Items listed in a dataset:
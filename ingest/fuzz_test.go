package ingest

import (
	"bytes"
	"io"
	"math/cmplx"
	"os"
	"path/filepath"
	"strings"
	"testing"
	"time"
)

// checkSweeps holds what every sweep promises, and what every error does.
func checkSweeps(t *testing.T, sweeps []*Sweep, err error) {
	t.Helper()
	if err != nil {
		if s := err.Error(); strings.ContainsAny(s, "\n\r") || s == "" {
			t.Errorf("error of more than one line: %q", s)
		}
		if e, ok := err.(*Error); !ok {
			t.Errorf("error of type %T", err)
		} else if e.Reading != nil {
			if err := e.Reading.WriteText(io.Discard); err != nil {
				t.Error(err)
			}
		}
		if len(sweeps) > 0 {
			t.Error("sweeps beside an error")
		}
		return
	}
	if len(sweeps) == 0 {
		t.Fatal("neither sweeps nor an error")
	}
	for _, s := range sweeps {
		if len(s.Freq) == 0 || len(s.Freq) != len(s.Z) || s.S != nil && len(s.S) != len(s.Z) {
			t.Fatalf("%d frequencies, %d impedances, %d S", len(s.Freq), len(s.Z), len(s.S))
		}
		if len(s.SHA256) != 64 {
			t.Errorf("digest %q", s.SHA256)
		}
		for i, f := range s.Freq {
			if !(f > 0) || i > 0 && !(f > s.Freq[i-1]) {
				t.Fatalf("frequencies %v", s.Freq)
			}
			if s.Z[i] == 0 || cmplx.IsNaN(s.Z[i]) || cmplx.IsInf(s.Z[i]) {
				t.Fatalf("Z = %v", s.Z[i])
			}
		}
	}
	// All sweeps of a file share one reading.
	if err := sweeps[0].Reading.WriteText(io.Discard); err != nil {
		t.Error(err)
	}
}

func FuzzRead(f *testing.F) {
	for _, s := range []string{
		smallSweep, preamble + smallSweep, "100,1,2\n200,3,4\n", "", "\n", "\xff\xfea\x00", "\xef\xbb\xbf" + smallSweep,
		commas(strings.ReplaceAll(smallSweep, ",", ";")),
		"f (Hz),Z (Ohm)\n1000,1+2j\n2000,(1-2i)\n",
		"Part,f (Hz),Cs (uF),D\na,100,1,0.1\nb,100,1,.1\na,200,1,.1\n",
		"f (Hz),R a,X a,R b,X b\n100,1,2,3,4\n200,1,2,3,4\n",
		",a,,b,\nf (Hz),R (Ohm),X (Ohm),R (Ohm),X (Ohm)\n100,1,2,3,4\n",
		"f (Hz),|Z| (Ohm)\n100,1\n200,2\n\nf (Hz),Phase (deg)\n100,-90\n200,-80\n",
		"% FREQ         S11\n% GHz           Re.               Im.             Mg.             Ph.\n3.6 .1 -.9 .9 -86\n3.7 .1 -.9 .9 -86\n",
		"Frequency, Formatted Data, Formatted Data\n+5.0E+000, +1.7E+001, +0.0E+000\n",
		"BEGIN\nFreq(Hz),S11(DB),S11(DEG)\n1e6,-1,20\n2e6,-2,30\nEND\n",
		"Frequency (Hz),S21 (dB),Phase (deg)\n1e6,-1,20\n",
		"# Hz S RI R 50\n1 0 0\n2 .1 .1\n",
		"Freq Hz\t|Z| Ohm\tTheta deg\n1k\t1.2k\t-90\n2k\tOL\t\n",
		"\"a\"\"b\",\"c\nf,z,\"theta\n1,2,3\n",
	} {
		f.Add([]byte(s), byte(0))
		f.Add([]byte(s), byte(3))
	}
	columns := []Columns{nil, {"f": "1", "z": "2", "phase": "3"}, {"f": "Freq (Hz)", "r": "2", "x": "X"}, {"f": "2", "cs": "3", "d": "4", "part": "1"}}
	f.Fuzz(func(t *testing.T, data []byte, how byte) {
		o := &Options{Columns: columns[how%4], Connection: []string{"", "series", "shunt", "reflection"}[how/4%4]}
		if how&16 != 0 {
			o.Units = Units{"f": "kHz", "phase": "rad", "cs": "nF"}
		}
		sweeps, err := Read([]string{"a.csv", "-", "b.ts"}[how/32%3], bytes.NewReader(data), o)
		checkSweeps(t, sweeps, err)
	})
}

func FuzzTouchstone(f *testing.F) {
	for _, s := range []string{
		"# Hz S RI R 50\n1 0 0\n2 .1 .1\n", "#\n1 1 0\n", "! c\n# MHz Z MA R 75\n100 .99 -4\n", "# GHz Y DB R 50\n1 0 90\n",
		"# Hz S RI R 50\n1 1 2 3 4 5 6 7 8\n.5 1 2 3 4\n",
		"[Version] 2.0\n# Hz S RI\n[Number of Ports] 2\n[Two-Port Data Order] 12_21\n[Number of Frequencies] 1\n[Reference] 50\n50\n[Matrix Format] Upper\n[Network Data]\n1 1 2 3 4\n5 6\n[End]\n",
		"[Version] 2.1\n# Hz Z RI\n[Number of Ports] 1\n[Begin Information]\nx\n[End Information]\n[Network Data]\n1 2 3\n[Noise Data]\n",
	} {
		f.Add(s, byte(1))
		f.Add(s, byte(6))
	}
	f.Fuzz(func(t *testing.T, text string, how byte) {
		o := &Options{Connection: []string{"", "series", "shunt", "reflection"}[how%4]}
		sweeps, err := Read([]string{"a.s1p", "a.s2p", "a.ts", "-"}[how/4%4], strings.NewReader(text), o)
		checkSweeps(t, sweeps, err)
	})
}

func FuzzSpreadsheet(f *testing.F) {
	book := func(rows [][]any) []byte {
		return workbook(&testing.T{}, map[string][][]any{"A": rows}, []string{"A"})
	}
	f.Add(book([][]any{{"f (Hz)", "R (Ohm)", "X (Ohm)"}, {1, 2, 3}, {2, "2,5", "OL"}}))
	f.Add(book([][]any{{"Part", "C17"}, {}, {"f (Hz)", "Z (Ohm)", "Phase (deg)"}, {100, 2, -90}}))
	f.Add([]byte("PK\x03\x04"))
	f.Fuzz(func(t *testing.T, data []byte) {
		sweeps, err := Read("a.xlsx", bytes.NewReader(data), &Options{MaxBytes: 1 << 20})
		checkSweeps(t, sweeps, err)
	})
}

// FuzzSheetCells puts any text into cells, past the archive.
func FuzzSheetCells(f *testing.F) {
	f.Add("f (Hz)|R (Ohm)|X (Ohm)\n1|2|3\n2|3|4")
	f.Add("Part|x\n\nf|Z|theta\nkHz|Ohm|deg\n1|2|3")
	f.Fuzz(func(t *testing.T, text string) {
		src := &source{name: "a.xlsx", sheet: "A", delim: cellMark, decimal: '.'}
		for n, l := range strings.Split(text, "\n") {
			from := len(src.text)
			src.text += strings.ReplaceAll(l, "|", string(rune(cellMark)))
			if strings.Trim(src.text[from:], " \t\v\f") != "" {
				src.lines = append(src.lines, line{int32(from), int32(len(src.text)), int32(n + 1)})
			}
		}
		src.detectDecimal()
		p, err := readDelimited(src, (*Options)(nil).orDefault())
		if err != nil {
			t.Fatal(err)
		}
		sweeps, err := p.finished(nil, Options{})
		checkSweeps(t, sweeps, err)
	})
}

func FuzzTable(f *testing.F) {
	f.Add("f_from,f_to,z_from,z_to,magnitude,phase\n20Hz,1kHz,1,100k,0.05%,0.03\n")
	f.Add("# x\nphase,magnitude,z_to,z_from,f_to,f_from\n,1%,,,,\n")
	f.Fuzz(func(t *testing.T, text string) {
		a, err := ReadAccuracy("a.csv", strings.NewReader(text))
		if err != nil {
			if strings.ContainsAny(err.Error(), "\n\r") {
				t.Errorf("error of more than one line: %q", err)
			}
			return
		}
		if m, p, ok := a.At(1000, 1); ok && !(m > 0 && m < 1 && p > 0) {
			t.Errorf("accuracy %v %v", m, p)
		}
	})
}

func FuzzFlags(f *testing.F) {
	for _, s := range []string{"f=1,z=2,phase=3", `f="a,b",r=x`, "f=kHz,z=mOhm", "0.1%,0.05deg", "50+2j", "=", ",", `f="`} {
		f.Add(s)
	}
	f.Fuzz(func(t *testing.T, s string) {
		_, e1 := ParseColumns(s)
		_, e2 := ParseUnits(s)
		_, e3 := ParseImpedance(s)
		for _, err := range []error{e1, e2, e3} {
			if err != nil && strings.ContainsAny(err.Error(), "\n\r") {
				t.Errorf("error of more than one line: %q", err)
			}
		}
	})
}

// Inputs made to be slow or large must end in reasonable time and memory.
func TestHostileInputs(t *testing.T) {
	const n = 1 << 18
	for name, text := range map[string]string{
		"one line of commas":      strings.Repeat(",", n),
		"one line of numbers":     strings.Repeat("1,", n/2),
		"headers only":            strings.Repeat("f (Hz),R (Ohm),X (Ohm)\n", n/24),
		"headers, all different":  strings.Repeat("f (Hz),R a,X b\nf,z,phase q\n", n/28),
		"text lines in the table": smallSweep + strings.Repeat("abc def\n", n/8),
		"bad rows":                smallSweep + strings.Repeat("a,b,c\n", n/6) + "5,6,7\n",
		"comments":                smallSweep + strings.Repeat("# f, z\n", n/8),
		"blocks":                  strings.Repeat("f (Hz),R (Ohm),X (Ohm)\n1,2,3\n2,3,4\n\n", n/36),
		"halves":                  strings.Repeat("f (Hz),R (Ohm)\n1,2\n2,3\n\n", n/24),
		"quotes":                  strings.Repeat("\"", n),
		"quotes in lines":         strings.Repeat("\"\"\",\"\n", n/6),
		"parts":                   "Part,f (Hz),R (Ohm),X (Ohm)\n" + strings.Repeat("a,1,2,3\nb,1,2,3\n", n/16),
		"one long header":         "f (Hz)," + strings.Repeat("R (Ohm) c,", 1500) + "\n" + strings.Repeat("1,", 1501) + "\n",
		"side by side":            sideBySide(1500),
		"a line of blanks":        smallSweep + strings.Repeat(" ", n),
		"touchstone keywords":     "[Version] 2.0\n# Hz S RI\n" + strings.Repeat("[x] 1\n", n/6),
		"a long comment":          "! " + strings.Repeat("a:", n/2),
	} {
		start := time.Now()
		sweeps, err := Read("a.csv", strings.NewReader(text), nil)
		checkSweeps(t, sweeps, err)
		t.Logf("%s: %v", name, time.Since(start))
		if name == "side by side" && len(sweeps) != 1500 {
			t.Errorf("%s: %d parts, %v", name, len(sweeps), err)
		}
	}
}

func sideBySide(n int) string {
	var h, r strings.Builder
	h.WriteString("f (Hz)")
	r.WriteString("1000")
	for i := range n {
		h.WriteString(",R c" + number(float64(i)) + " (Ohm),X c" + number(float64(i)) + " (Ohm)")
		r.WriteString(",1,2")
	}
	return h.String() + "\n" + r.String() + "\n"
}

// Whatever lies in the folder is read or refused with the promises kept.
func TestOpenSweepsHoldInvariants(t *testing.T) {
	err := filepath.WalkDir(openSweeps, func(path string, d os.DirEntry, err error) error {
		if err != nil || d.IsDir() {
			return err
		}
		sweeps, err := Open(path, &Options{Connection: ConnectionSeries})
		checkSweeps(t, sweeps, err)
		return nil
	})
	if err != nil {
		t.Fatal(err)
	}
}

What to do: Give back exactly the lines running from the line that has "var h, r strings.Builder" to the end of the entries above.

Result of the task:
	var h, r strings.Builder
	h.WriteString("f (Hz)")
	r.WriteString("1000")
	for i := range n {
		h.WriteString(",R c" + number(float64(i)) + " (Ohm),X c" + number(float64(i)) + " (Ohm)")
		r.WriteString(",1,2")
	}
	return h.String() + "\n" + r.String() + "\n"
}

// Whatever lies in the folder is read or refused with the promises kept.
func TestOpenSweepsHoldInvariants(t *testing.T) {
	err := filepath.WalkDir(openSweeps, func(path string, d os.DirEntry, err error) error {
		if err != nil || d.IsDir() {
			return err
		}
		sweeps, err := Open(path, &Options{Connection: ConnectionSeries})
		checkSweeps(t, sweeps, err)
		return nil
	})
	if err != nil {
		t.Fatal(err)
	}
}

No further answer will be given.